INGEST (offline)DocsChunksEmbeddingsVector DB+ BM25 indexQUERY (online)QueryRewriteexpand/HyDEHybrid searchdense + BM25Rerankcross-encoderGrounded generationanswer + citations
Your lab, end to end: the indexing lane runs once per corpus; the query lane runs per question; the eval harness loops over both.

Suggested structure

skeleton (fill in the TODOs)
# config.py — every stage toggleable; the eval report depends on this
CONFIG = {
    "chunk_size": 350, "chunk_overlap": 50,
    "use_dense": True, "use_bm25": True,     # hybrid = both on
    "use_rerank": True,
    "retrieve_k": 50, "final_k": 5,
}

# ingest.py
def ingest(corpus_dir: str) -> None:
    # 1. parse each file to clean text (handle at least .md and .pdf)
    # 2. structural_chunks() with CONFIG sizes; keep doc_id/heading/position
    # 3. batch-encode embed_text; upsert to Qdrant with payload metadata
    # 4. build + pickle the BM25 index over the same chunk list
    ...

# pipeline.py
def retrieve(query: str, cfg: dict) -> list[int]:
    rankings = []
    if cfg["use_dense"]:
        rankings.append(dense_search(query, cfg["retrieve_k"]))
    if cfg["use_bm25"]:
        rankings.append(bm25_search(query, cfg["retrieve_k"]))
    ids = rrf_fuse(rankings) if len(rankings) > 1 else rankings[0]
    if cfg["use_rerank"]:
        ids = rerank(query, ids[:cfg["retrieve_k"]], top=cfg["final_k"])
    return ids[:cfg["final_k"]]

def ask(query: str, cfg: dict) -> dict:
    # grounded generation with numbered citations + explicit refusal path
    ...

# evaluate.py
def run_eval(eval_set_path: str, report_path: str) -> None:
    # for each config (dense/bm25/hybrid/hybrid+rerank):
    #   precision@5, recall@5, MRR over the eval set
    # for the best config: faithfulness + answer relevance (RAGAS or
    # your own LLM-as-judge with model="claude-sonnet-4-5")
    # write eval_report.md: metrics table + 'what I'd improve' section
    ...
Design decisions that matter: the BM25 index and the vector index must be built over the identical chunk list (fuse by shared chunk id, or RRF merges nonsense); batch the embedding calls; keep the eval harness a one-command script so re-running after every change is frictionless — the eval loop is only a loop if it's cheap to run.

The eval report is the deliverable. The committed eval_report.md is what separates this from every tutorial RAG repo: a table of precision@5 / recall@5 / MRR for dense-only vs. BM25-only vs. hybrid vs. hybrid+rerank, faithfulness and answer relevance for the best config, and an honest "what I'd improve" section. Your practical test is presenting this report to Claude as if to a hiring panel — be ready to defend the chunking parameters and fusion choice with your own numbers, not folklore.
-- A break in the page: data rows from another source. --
class Runtime:
    """Everything one server process answers with: config, the live model slot, the hooks.

    ``load_engine(path)`` returns an unloaded engine for a bundle directory (the app factory
    passes one over onnxruntime). ``model_extras`` add keys to the model description.
    """

    def __init__(self, config: ServeConfig, *, load_engine: Callable[[str], Any] | None = None,
                 review: ReviewHook | None = None, metrics: MetricsHook | None = None) -> None:
        self.config = config
        self.slot = ModelSlot()
        self.review: ReviewHook = review if review is not None else _NoReview()
        self.metrics: MetricsHook = metrics if metrics is not None else _NoMetrics()
        self.monitor: MetricsHook = _Guarded(self.metrics)  # how everyone reports: one guard
        self._load_engine = load_engine
        self.model_extras: list[Callable[[], dict[str, Any]]] = []
        self.started_at = time.time()
        self.slot.subscribe(lambda live: self.monitor.bind_model(live.engine.bundle, live.rule))

    # -- models ------------------------------------------------------------------
    def build_engine(self, bundle_path: str | None = None) -> Any:
        """An unloaded engine for ``bundle_path`` (default: the configured bundle)."""
        path = bundle_path or self.config.bundle
        if not path:
            raise BundleError("no bundle configured: pass the bundle directory to demur serve", field="bundle")
        if self._load_engine is None:
            raise BundleError("this runtime was built without an engine loader", field="bundle")
        return self._load_engine(path)

    def prepare(self, engine: Any) -> Live:
        """Load ``engine`` if needed, derive the rule, run a smoke prediction; return the ``Live``.

        Raises (``BundleError``, ``ConfigError``, ``GraphRunError``) without touching the
        live model, so a bad bundle is refused while the old one keeps serving.
        """
        if not engine.loaded:
            engine.load()
        manifest = engine.manifest
        rule = rule_from(manifest, self.config)
        level = float(self.config.interval_level or manifest.interval_level)
        model = render.model_ref(manifest.model_name, manifest.model_version, engine.checksum)
        live = Live(engine=engine, served=ServedRule(rule, support_from_manifest(manifest)), level=level,
                    model=model, loaded_at=time.time())
        self._smoke(live)
        return live

    def _smoke(self, live: Live) -> None:
        """One prediction on the training centre of every feature; the model must answer
        with the documented shape and finite numbers."""
        spec = live.manifest.inputs
        x = np.asarray(spec.center, dtype=np.float32).reshape((1, *spec.shape))
        draws = np.asarray(live.engine.run(x))
        k = live.manifest.outputs
        if draws.ndim != 3 or draws.shape[1:] != (1, k) or not np.isfinite(draws).all():
            raise BundleError(
                f"smoke prediction failed: expected finite draws of shape [S, 1, {k}]; got shape "
                f"{list(draws.shape)}", field="bundle")
        live.served.decide(summarise(live.manifest.task, draws, live.level, live.manifest.target), x)

    def install(self, engine: Any) -> Live | None:
        """Prepare ``engine`` and make it live; return the model it replaced."""
        live = self.prepare(engine)
        old = self.slot.swap(live)
        log.info("serving %s %s (%s, %s draws, %s)", live.model["name"], live.model["version"],
                 live.model["checksum"][:12], live.engine.draws, live.engine.kind)
        return old

    def start(self) -> Live:
        """Build, load and install the configured bundle (call after any fork)."""
        self.install(self.build_engine())
        return self.slot.live

    # -- answering ---------------------------------------------------------------
    def answer(self, bodies: list[Any], *, caller: str | None = None
               ) -> tuple[Live, list[dict[str, Any] | DemurError]]:
        """Answer several parsed predict bodies with ONE graph run; return the model that
        answered and, per body in order, its response dict or the ``DemurError`` it earned.

        Why together: the graph call, the summaries, the decision, the review write and the
        metrics each cost a fixed overhead per call; the HTTP front hands over every request
        that arrived in one pass of its event loop. A body that fails validation gets its own
        error and does not touch the others. ``caller``: the token fingerprint of the batch
        (the front batches per caller), for review quotas.
        """
        t0 = time.perf_counter()
        live = self.slot.live
        manifest = live.manifest
        answers: list[dict[str, Any] | DemurError] = []
        valid: list[tuple[int, PredictRequest]] = []
        for body in bodies:
            try:
                valid.append((len(answers), validate_predict(body, manifest.inputs, self.config.max_cases)))
                answers.append({})
            except DemurError as exc:
                answers.append(exc)
        for _ in range(2):  # a second pass only without the bodies whose cases the graph cannot carry
            if not valid:
                return live, answers
            req = valid[0][1] if len(valid) == 1 else PredictRequest(
                x=np.concatenate([r.x for _, r in valid]), case_ids=[c for _, r in valid for c in r.case_ids])
            try:
                answered = self.answer_request(req, caller=caller, live=live, started=t0)
                break
            except OutputNotFinite as exc:
                valid = _refuse_bodies(valid, exc, answers)
        else:  # pragma: no cover - the second pass holds only cases the first found finite
            raise GraphRunError("the graph's output changed between two runs on the same cases")
        draw_count = answered.summary.draws
        start = 0
        for i, r in valid:
            answers[i] = {"model": live.model, "results": answered.results[start:start + r.size],
                          "draws": draw_count, "decision_rule": live.decision_rule}
            start += r.size
        return live, answers

    def answer_request(self, req: PredictRequest, *, caller: str | None = None, live: Live | None = None,
                       started: float | None = None, rendered: bool = True) -> Answered:
        """Answer cases already validated at their boundary (``answer`` for HTTP bodies,
        demur.serve.offline.scoring for file rows) with one graph run: engine -> summary ->
        decision (support check first) -> render -> review hook -> metrics hook. The one
        place a case is decided, so a file scored offline gets the server's decisions.
        ``live``: the model to answer with (default: the live one); ``started``: the
        ``time.perf_counter()`` at which the request arrived, for the metrics.
        ``rendered=False`` skips the response dicts and with them the review hook, which
        reads them (``results`` is empty): for the offline scorer without a review queue,
        which writes its columns from ``summary`` and ``decisions``."""
        t0 = time.perf_counter() if started is None else started
        live = live if live is not None else self.slot.live
        manifest = live.manifest
        t1 = time.perf_counter()
        x_std = live.engine.standardise(req.x)   # once: the graph and the support check read it
        _check_finite(x_std.reshape(1, req.size, -1))   # a value that standardises past float32: no graph run
        draws = live.engine.run_standardised(x_std)
        t2 = time.perf_counter()
        if draws.ndim != 3 or draws.shape[1] != req.size:
            raise GraphRunError(f"the graph returned draws of shape {list(draws.shape)} for {req.size} cases")
        _check_finite(draws)
        summary = summarise(manifest.task, draws, live.level, manifest.target)
        decisions = live.served.decide(summary, req.x, x_std)
        if not rendered:
            answered = Answered(live, req, summary, decisions, [], caller)
        else:
            results = render.results(summary, decisions, live.rule, manifest.labels, req.case_ids)
            answered = Answered(live, req, summary, decisions, results, caller)
            self._annotate(answered)
        self.monitor.observe_predict(x_raw=req.x, summary=summary, decisions=decisions,
                                     graph_seconds=t2 - t1, total_seconds=time.perf_counter() - t0)
        return answered

    def _annotate(self, answered: Answered) -> None:
        results = answered.results
        try:
            notes = self.review.enqueue(answered)
            if len(notes) != len(results):
                raise ValueError(f"review hook returned {len(notes)} annotations for {len(results)} cases")
        except Exception as exc:  # a failing queue must not lose the predictions
            log.exception("review hook failed")
            reason = f"review queue failed: {type(exc).__name__}"
            notes = [{"review": {"queued": False, "reason": reason}} if a else None
                     for a in answered.decisions.abstain.tolist()]
        for result, note in zip(results, notes):
            if note:
                result.update(note)

    def describe(self) -> dict[str, Any]:
        """The body of ``GET /v1/model``."""
        live = self.slot.live
        m = live.manifest
        spec = m.inputs
        out: dict[str, Any] = {
            "model": {**live.model, "created": m.created},
            "task": m.task,
            "labels": list(m.labels),
            "inputs": {"kind": spec.kind, "shape": list(spec.shape), "names": list(spec.names),
                       "low": list(spec.low), "high": list(spec.high)},
            "target": dict(m.target) if m.task == "regression" else None,
            "posterior": m.posterior,
            "graph": live.engine.kind,
            "computation": (m.raw.get("graphs", {}).get(live.engine.kind) or {}).get("computation"),
            "draws": live.engine.draws,
            "interval_level": live.level,
            "decision_rule": live.decision_rule,
            "calibration": m.decision.calibration,
            "support": live.support.describe() if live.support is not None else {
                "checked": False, "reason": "this bundle has no support record (exported before the support "
                                            "check existed): cases are not tested against the training data; "
                                            "re-export it"},
            "limits": {"max_cases": self.config.max_cases, "max_body_bytes": self.config.max_body_bytes},
            "caution": CAUTION,
        }
        for extra in self.model_extras:
            try:
                out.update(extra())
            except Exception:
                log.exception("model description extra failed")
        return out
Acceptance criteria — all must pass
  • Ingestion handles ≥100 documents; structural chunking with configurable size/overlap
  • Hybrid retrieval (BM25 + dense, RRF fusion) with a config flag to toggle each mode
  • Cross-encoder reranking stage, also toggleable
  • Answers include citations to source chunks
  • Eval set of ≥50 question/answer/source-doc triples (LLM-assisted generation is fine, human-verified)
  • Committed markdown eval report: precision@5, recall@5, MRR for dense-only vs. BM25-only vs. hybrid vs. hybrid+rerank; RAGAS faithfulness + answer relevance for the best config; a short 'what I'd improve' section
  • README a hiring manager can skim in 3 minutes: architecture diagram, results table, limitations
Stretch goals
  • Agentic mode: expose retrieval as a tool to your Lab 02 loop, let the model reformulate and re-query, and compare its eval metrics (and cost) against the fixed pipeline
  • Add HyDE and/or query decomposition behind config flags and report whether they move your retrieval metrics enough to justify the extra LLM call
  • Chunking ablation: run the full eval at three chunk sizes and two overlap settings; include the sensitivity table in the report

Be honest — the gates only mean something if the criteria really pass.